__WHAT NEEDS TO BE DONE__
Copy out every line from the records that includes "assert".

*** Opening RECORDS FOR THE TASK ***

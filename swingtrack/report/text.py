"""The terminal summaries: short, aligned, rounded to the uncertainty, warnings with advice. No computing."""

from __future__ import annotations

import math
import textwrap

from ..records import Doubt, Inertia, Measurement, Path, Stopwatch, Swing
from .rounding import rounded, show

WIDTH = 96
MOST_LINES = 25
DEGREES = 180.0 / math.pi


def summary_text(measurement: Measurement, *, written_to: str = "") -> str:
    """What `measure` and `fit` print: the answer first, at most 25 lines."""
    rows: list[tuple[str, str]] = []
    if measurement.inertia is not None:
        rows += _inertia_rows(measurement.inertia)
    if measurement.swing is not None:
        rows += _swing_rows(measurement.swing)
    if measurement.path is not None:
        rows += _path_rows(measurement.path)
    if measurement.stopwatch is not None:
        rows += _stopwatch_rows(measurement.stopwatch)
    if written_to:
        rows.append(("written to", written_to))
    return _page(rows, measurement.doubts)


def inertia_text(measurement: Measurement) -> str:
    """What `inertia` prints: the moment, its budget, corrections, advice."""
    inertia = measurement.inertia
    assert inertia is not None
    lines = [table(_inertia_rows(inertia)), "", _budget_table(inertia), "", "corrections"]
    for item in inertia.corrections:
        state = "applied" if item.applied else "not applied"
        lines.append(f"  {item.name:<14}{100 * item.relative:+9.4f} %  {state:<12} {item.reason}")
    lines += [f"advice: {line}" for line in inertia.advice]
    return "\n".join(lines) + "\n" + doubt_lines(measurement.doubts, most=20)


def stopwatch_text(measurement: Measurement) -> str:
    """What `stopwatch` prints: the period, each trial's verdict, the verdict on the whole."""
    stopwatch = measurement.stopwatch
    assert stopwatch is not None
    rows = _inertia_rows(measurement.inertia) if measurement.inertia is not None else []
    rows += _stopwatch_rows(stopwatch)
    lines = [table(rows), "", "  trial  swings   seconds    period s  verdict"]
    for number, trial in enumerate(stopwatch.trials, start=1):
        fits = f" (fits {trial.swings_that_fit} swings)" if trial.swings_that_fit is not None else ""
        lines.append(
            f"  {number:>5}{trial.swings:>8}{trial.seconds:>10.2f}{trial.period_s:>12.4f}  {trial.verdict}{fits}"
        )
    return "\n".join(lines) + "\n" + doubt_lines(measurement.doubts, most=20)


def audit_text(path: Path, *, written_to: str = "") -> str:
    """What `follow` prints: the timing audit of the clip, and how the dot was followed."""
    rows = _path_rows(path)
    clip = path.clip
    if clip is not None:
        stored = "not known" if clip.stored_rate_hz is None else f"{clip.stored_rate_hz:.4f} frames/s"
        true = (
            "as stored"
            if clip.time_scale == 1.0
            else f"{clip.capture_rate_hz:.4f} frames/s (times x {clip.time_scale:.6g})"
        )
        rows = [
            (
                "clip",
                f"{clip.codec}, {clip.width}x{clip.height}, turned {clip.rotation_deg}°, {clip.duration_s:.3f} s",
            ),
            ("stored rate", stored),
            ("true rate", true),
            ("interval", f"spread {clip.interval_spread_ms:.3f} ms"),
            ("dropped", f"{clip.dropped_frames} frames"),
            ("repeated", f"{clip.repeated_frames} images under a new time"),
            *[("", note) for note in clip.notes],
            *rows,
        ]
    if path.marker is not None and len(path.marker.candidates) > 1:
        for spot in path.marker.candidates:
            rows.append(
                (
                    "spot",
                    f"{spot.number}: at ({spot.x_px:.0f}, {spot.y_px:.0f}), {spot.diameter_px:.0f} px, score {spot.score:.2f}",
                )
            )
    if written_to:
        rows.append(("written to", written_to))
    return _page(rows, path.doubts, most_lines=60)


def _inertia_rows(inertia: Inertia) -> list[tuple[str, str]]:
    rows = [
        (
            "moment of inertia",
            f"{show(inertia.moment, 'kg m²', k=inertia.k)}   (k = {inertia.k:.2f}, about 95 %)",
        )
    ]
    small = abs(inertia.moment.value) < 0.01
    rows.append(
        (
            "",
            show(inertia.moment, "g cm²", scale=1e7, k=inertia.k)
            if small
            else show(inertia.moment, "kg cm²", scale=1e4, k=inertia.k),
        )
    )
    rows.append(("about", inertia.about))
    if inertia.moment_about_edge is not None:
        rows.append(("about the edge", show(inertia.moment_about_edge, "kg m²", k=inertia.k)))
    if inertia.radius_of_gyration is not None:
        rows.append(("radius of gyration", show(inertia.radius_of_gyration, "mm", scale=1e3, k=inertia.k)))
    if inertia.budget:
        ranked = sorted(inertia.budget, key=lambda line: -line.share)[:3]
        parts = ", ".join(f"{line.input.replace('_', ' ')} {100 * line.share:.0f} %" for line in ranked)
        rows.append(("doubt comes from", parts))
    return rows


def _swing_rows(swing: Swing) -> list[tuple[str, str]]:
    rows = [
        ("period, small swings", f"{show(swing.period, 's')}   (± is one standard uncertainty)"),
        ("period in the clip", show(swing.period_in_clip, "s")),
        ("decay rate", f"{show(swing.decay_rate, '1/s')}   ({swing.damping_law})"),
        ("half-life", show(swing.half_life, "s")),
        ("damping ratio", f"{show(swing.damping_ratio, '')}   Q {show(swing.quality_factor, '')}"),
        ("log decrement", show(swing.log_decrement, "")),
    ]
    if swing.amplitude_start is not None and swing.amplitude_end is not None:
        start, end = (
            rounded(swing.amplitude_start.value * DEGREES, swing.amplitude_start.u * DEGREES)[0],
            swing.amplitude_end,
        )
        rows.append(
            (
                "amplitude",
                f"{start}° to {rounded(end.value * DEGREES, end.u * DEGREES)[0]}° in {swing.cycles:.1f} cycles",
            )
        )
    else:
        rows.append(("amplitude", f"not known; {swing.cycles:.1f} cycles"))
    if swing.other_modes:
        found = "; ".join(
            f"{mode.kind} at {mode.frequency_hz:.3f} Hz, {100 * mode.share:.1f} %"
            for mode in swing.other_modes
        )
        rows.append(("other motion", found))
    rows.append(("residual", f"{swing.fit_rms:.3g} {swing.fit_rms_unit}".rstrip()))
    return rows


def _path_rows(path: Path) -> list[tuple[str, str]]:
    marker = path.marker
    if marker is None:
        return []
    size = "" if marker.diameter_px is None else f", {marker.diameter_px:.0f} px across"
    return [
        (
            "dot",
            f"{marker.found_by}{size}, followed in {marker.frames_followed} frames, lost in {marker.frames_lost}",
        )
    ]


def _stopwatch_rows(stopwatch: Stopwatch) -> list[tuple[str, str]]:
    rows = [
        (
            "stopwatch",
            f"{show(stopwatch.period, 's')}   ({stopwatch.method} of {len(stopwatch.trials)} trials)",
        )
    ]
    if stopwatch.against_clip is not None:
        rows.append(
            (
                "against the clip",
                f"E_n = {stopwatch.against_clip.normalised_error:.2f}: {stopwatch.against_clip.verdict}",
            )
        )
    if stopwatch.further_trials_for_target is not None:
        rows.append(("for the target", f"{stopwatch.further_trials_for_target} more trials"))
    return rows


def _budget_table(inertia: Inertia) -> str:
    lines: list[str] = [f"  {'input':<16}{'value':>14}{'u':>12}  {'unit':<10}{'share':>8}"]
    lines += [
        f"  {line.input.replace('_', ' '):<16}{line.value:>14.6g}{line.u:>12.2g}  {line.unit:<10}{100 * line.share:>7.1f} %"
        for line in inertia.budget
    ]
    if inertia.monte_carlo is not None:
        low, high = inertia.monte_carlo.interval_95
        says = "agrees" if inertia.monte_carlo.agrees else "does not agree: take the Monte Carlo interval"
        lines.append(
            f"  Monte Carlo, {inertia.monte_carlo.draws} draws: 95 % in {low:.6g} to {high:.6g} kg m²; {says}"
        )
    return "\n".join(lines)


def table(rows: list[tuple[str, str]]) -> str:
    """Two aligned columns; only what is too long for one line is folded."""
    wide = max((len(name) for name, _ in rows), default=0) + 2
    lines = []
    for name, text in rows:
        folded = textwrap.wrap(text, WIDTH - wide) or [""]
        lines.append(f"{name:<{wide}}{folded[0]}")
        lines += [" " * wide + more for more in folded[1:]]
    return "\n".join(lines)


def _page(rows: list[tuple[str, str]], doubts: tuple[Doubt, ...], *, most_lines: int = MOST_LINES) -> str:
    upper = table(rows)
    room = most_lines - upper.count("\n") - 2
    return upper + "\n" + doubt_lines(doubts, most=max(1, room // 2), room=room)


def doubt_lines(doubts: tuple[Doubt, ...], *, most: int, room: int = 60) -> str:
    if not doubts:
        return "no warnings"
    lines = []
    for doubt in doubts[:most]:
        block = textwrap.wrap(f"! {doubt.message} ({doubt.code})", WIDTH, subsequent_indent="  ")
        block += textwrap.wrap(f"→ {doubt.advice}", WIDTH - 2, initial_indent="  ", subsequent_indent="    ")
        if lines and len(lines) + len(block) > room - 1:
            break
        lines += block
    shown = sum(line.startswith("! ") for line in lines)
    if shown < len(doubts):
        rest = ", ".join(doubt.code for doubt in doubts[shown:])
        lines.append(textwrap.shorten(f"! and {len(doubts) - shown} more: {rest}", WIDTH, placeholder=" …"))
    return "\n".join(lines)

*** Closing RECORDS FOR THE TASK ***

__EXERCISE ANSWER__
    assert inertia is not None
    assert stopwatch is not None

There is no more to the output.